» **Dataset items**
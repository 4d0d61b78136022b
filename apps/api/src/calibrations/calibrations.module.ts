import { Module } from '@nestjs/common';

import { BalanceRepository } from '../balances/balance.repository';
import { FactorsModule } from '../factors/factors.module';
import { ImpactModule } from '../impact/impact.module';
import { InstrumentRepository } from '../instruments/instrument.repository';
import { VesselRepository } from '../vessels/vessel.repository';
import { CalibrationController } from './calibration.controller';
import { CalibrationRepository } from './calibration.repository';
import { CalibrationService } from './calibration.service';
import { CalibrationFactsRepository } from './calibration-facts.repository';
import { CalibrationItems } from './calibration-items';
import { CalibrationReview } from './calibration-review.service';
import { CalibrationSubmission } from './calibration-submission.service';
import { VesselImpact } from './vessel-impact';

/** Calibration records: drafts, submission with traceability rules and frozen results, review, void. */
@Module({
  imports: [FactorsModule, ImpactModule],
  controllers: [CalibrationController],
  providers: [
    CalibrationService,
    CalibrationSubmission,
    CalibrationReview,
    CalibrationRepository,
    CalibrationFactsRepository,
    CalibrationItems,
    VesselImpact,
    // The inventory's repositories, to read the items a calibration names.
    VesselRepository,
    BalanceRepository,
    InstrumentRepository,
  ],
})
export class CalibrationsModule {}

» **Task**
Take every line from the data above that holds "VesselImpact" and copy it out.

» **Written solution**
import { VesselImpact } from './vessel-impact';
    VesselImpact,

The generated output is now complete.